### [Exercise input]
··········

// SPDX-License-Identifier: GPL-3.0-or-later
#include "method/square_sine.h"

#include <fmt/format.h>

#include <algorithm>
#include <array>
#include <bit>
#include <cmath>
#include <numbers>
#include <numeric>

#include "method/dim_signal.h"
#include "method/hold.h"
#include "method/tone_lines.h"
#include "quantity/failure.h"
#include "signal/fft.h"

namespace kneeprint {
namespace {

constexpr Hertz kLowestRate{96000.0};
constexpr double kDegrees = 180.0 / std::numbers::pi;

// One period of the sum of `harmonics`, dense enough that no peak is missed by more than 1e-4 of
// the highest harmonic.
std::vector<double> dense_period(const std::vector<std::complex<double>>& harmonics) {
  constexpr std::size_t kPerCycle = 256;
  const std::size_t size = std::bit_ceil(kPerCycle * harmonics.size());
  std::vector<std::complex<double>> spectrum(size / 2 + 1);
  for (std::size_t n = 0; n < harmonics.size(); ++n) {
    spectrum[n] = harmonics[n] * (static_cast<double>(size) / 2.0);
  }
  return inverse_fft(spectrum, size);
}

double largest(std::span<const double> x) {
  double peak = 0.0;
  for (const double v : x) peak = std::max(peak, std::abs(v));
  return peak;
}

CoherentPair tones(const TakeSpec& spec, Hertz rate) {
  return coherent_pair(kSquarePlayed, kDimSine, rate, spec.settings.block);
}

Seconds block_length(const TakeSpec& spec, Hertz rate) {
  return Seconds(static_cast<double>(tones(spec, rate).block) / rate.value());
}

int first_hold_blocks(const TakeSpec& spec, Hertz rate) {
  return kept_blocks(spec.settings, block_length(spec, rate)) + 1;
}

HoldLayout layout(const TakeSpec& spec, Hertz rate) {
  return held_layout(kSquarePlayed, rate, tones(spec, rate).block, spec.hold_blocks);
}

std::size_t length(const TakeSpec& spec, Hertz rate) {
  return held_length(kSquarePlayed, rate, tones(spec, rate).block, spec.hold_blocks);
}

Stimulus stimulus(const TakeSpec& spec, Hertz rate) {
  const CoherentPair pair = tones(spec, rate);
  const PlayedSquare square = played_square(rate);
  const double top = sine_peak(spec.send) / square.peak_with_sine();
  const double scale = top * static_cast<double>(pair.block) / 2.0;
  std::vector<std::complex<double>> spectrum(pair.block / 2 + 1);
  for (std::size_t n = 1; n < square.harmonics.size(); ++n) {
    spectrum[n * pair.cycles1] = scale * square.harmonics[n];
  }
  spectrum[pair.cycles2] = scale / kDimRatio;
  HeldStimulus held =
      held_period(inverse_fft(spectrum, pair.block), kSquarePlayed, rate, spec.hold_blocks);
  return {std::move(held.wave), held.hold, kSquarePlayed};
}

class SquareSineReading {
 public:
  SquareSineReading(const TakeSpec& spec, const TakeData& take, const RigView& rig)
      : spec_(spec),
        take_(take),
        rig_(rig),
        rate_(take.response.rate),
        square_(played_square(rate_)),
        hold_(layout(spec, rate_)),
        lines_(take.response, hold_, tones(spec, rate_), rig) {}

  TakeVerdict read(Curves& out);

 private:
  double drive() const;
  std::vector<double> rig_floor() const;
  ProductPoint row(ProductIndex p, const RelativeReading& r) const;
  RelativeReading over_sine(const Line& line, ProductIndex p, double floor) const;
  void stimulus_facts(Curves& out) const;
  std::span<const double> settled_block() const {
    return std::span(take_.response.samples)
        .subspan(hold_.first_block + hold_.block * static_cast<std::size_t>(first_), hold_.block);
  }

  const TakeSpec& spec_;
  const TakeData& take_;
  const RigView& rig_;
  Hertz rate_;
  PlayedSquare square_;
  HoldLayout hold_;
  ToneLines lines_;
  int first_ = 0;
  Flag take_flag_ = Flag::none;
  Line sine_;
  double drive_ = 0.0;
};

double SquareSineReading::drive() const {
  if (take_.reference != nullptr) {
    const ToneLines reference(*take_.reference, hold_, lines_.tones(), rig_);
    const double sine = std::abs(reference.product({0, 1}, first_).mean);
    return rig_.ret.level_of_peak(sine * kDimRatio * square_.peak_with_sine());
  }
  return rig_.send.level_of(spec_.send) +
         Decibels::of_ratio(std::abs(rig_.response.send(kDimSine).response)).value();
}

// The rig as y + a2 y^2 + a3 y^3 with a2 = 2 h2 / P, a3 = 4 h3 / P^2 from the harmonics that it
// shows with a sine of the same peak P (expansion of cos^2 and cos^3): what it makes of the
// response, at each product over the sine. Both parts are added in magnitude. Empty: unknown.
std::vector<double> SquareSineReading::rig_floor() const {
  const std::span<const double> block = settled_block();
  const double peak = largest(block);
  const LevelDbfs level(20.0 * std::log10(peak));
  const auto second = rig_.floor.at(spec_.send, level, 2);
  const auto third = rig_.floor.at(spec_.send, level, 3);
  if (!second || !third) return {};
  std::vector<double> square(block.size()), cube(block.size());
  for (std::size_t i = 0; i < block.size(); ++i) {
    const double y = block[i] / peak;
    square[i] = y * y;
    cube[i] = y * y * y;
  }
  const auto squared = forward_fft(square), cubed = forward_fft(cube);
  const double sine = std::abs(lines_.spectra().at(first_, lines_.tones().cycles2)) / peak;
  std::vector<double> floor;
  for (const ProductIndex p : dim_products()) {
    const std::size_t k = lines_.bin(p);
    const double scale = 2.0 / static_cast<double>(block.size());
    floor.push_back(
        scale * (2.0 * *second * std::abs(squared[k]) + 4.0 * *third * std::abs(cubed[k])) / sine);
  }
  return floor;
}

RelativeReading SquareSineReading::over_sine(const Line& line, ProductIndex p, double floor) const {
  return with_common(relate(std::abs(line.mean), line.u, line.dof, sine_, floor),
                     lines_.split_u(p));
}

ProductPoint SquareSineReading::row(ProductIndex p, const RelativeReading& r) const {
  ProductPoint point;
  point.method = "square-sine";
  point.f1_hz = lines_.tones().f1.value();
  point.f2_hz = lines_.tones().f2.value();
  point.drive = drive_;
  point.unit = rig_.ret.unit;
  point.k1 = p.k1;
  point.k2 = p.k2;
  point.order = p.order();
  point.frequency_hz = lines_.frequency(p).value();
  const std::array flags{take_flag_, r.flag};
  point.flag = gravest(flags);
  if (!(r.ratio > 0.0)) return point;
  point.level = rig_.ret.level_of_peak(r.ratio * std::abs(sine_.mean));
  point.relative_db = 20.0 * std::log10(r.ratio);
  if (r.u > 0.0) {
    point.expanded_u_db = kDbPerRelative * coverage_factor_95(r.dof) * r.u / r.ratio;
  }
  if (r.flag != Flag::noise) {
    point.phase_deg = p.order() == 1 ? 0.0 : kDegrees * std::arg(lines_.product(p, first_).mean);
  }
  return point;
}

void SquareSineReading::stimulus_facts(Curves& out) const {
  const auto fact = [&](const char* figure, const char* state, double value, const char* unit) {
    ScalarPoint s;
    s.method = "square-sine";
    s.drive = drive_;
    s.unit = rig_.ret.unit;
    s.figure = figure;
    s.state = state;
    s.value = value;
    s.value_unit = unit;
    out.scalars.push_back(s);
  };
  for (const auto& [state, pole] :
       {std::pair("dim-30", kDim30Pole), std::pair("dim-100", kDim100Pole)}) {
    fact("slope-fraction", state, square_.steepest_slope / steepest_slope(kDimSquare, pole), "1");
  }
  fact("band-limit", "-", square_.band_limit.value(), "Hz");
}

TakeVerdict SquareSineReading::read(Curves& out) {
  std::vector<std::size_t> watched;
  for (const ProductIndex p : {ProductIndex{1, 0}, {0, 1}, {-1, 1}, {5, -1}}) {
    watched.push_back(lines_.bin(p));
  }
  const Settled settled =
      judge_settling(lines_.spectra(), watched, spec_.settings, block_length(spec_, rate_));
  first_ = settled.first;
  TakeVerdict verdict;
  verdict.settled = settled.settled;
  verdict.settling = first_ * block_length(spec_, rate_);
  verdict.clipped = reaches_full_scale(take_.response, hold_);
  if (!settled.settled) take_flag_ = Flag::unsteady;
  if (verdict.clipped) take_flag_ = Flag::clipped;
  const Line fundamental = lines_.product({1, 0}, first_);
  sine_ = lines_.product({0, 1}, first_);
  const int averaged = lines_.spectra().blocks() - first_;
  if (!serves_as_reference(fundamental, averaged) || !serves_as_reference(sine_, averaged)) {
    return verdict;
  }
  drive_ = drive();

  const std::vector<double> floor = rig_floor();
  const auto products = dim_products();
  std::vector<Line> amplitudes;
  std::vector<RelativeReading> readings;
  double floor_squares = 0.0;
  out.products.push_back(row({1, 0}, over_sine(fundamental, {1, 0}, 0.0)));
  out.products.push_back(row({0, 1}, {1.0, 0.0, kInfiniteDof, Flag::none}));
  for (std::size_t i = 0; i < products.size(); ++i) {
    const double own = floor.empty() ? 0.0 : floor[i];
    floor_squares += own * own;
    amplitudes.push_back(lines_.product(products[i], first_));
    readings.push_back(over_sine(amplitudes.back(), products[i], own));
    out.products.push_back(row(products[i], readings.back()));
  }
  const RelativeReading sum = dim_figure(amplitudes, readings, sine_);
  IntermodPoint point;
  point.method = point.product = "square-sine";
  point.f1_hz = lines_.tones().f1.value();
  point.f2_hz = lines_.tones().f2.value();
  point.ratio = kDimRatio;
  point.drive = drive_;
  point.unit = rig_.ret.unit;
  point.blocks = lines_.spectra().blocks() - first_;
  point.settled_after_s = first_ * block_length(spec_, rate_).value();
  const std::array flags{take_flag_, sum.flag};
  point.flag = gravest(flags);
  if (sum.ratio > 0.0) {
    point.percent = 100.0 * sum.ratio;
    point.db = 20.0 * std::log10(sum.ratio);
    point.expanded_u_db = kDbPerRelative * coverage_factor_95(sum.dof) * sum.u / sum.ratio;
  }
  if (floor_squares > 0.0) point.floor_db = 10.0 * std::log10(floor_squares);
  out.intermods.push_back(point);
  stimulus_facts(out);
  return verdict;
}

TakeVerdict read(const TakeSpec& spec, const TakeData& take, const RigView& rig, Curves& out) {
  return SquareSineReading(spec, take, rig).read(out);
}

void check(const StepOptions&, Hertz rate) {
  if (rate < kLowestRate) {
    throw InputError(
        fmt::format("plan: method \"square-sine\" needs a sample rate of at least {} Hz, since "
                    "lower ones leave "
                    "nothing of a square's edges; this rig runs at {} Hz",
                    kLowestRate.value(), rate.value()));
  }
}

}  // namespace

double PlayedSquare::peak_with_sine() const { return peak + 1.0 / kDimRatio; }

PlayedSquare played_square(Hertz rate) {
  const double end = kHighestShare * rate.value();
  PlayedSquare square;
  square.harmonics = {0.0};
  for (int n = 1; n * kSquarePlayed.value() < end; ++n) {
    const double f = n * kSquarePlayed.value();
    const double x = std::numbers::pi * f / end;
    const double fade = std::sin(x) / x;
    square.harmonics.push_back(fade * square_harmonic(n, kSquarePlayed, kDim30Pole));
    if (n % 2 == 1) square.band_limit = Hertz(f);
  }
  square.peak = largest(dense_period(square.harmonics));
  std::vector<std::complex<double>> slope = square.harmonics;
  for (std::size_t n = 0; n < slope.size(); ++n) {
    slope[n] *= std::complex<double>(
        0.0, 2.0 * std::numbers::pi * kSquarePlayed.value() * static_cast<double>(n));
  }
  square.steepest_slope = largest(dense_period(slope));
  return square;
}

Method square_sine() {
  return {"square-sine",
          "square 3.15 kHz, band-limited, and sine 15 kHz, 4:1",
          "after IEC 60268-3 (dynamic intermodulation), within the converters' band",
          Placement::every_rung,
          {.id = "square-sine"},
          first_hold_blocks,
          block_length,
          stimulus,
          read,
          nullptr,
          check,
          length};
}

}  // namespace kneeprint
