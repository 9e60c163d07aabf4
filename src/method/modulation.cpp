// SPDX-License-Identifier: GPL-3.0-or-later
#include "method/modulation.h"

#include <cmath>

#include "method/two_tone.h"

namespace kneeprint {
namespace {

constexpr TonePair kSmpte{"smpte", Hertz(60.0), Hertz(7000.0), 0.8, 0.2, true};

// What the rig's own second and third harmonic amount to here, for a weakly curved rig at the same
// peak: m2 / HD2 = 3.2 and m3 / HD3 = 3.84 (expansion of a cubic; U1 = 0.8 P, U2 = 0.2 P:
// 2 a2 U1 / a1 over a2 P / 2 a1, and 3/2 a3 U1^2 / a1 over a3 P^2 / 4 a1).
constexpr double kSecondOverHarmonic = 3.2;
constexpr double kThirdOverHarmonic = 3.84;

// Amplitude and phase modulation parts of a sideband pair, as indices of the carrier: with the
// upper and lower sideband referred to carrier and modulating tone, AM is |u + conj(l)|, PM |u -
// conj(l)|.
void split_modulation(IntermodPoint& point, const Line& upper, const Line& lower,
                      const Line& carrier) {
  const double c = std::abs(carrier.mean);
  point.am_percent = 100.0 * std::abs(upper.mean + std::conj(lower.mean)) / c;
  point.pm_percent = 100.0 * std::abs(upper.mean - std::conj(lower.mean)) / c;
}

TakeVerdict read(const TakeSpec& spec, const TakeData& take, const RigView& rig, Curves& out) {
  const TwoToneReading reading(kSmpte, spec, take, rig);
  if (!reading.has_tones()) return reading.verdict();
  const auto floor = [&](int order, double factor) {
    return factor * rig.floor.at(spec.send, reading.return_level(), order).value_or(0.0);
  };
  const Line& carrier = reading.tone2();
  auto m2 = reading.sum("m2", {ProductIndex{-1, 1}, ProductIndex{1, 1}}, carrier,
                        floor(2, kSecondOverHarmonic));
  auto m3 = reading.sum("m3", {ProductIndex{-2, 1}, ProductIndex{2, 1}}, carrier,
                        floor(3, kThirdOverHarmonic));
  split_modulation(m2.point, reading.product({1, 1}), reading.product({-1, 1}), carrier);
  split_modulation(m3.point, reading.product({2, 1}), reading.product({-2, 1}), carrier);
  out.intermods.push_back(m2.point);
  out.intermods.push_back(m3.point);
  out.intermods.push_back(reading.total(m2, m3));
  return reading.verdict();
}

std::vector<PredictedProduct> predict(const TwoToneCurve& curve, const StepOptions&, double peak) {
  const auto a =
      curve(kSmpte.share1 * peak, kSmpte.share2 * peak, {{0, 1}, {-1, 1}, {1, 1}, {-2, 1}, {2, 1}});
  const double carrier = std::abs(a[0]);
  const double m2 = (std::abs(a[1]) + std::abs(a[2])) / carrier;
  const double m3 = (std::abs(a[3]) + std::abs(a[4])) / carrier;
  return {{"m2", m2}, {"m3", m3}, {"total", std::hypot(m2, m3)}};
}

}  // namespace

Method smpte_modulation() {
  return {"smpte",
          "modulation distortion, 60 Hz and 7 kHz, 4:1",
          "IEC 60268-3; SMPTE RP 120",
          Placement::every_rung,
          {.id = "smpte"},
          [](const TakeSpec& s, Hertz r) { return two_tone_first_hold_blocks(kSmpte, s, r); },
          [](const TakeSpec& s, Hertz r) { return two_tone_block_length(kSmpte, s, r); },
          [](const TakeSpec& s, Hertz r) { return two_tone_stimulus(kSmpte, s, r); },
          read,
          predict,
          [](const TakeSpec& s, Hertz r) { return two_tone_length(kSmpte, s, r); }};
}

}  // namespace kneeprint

··········

### [Your objective]
Using the material above, quote the first line and each line after it, stopping at and including the line that holds "constexpr std::size_t kPerCycle = 256;".

### [Exercise response]
// SPDX-License-Identifier: GPL-3.0-or-later
#include "method/square_sine.h"

#include <fmt/format.h>

#include <algorithm>
#include <array>
#include <bit>
#include <cmath>
#include <numbers>
#include <numeric>

#include "method/dim_signal.h"
#include "method/hold.h"
#include "method/tone_lines.h"
#include "quantity/failure.h"
#include "signal/fft.h"

namespace kneeprint {
namespace {

constexpr Hertz kLowestRate{96000.0};
constexpr double kDegrees = 180.0 / std::numbers::pi;

// One period of the sum of `harmonics`, dense enough that no peak is missed by more than 1e-4 of
// the highest harmonic.
std::vector<double> dense_period(const std::vector<std::complex<double>>& harmonics) {
  constexpr std::size_t kPerCycle = 256;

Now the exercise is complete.